Pull out of the data below the stretch of lines bounded by the one containing "x = np.linspace(3000.0, 10000.0, N)" and the one containing "window, mean per", both bounds included, unchanged.

Saved data entries:

┌────────

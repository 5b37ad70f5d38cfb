"""Display pyramid on a 10-million-pixel spectrum: build time and per-view cost.

Baselines measured in the same run: (a) sending every sample of the window (slice + copy),
(b) reading the whole flux array from a FITS file with astropy.io.fits (what a reload per view
would cost).
"""

import os
import sys
import tempfile
from pathlib import Path

import numpy as np
from astropy.io import fits

from zline.physics.decimate import DecimationPyramid

sys.path.insert(0, os.path.dirname(__file__))
from _timing import best_of  # noqa: E402

N = 10_000_000
N_PIXELS = 1200
N_WINDOWS = 200


def _best(fn, repeat=3):
    return best_of(fn, repeat)[0]


def main():
    rng = np.random.default_rng(7)
    x = np.linspace(3000.0, 10000.0, N)
    y = (1.0 + rng.normal(0, 0.05, N)).astype(np.float32).astype(np.float64)
    y[rng.integers(0, N, 2000)] = np.nan

    t_build = _best(lambda: DecimationPyramid(x, y), repeat=1)
    pyr = DecimationPyramid(x, y)

    spans = np.geomspace(1.0, 7000.0, N_WINDOWS)
    starts = rng.uniform(3000.0, 10000.0 - spans)
    wins = list(zip(starts, starts + spans))

    def views():
        total = 0
        for lo, hi in wins:
            total += pyr.window(lo, hi, N_PIXELS)[0].size
        return total

    def slices():
        total = 0
        for lo, hi in wins:
            i0, i1 = np.searchsorted(x, [lo, hi])
            total += x[i0:i1].copy().size + y[i0:i1].copy().size
        return total

    t_view = _best(views) / N_WINDOWS
    t_slice = _best(slices) / N_WINDOWS
    shown = views() / N_WINDOWS
    sent = slices() / (2 * N_WINDOWS)

    with tempfile.TemporaryDirectory() as tmp:
        path = Path(tmp) / "big.fits"
        fits.PrimaryHDU(y.astype(np.float32)).writeto(path)

        def read():
            with fits.open(path, memmap=False) as hdul:
                return hdul[0].data.sum()

        t_read = _best(read)

    print(f"spectrum: {N:,} samples, views: {N_WINDOWS} random windows (1 A .. 7000 A), "
          f"{N_PIXELS} px")
    print(f"{'measure':<44}{'time':>12}{'points':>12}")
    print(f"{'pyramid build (once)':<44}{t_build * 1e3:>10.0f} ms")
    print(f"{'pyramid window, mean per view':<44}{t_view * 1e3:>10.3f} ms{shown:>12.0f}")
    print(f"{'baseline (a): slice + copy all in window':<44}{t_slice * 1e3:>10.3f} ms{sent:>12.0f}")
    print(f"{'baseline (b): astropy.io.fits full read':<44}{t_read * 1e3:>10.1f} ms{N:>12}")
    print(f"ratio (a)/pyramid time: {t_slice / t_view:8.1f}   points sent (a)/pyramid: "
          f"{sent / shown:8.0f}")
    print(f"ratio (b)/pyramid time: {t_read / t_view:8.1f}")
    print(f"build / one FITS read: {t_build / t_read:8.1f}")


if __name__ == "__main__":
    main()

└────────

## Task solution
    x = np.linspace(3000.0, 10000.0, N)
    y = (1.0 + rng.normal(0, 0.05, N)).astype(np.float32).astype(np.float64)
    y[rng.integers(0, N, 2000)] = np.nan

    t_build = _best(lambda: DecimationPyramid(x, y), repeat=1)
    pyr = DecimationPyramid(x, y)

    spans = np.geomspace(1.0, 7000.0, N_WINDOWS)
    starts = rng.uniform(3000.0, 10000.0 - spans)
    wins = list(zip(starts, starts + spans))

    def views():
        total = 0
        for lo, hi in wins:
            total += pyr.window(lo, hi, N_PIXELS)[0].size
        return total

    def slices():
        total = 0
        for lo, hi in wins:
            i0, i1 = np.searchsorted(x, [lo, hi])
            total += x[i0:i1].copy().size + y[i0:i1].copy().size
        return total

    t_view = _best(views) / N_WINDOWS
    t_slice = _best(slices) / N_WINDOWS
    shown = views() / N_WINDOWS
    sent = slices() / (2 * N_WINDOWS)

    with tempfile.TemporaryDirectory() as tmp:
        path = Path(tmp) / "big.fits"
        fits.PrimaryHDU(y.astype(np.float32)).writeto(path)

        def read():
            with fits.open(path, memmap=False) as hdul:
                return hdul[0].data.sum()

        t_read = _best(read)

    print(f"spectrum: {N:,} samples, views: {N_WINDOWS} random windows (1 A .. 7000 A), "
          f"{N_PIXELS} px")
    print(f"{'measure':<44}{'time':>12}{'points':>12}")
    print(f"{'pyramid build (once)':<44}{t_build * 1e3:>10.0f} ms")
    print(f"{'pyramid window, mean per view':<44}{t_view * 1e3:>10.3f} ms{shown:>12.0f}")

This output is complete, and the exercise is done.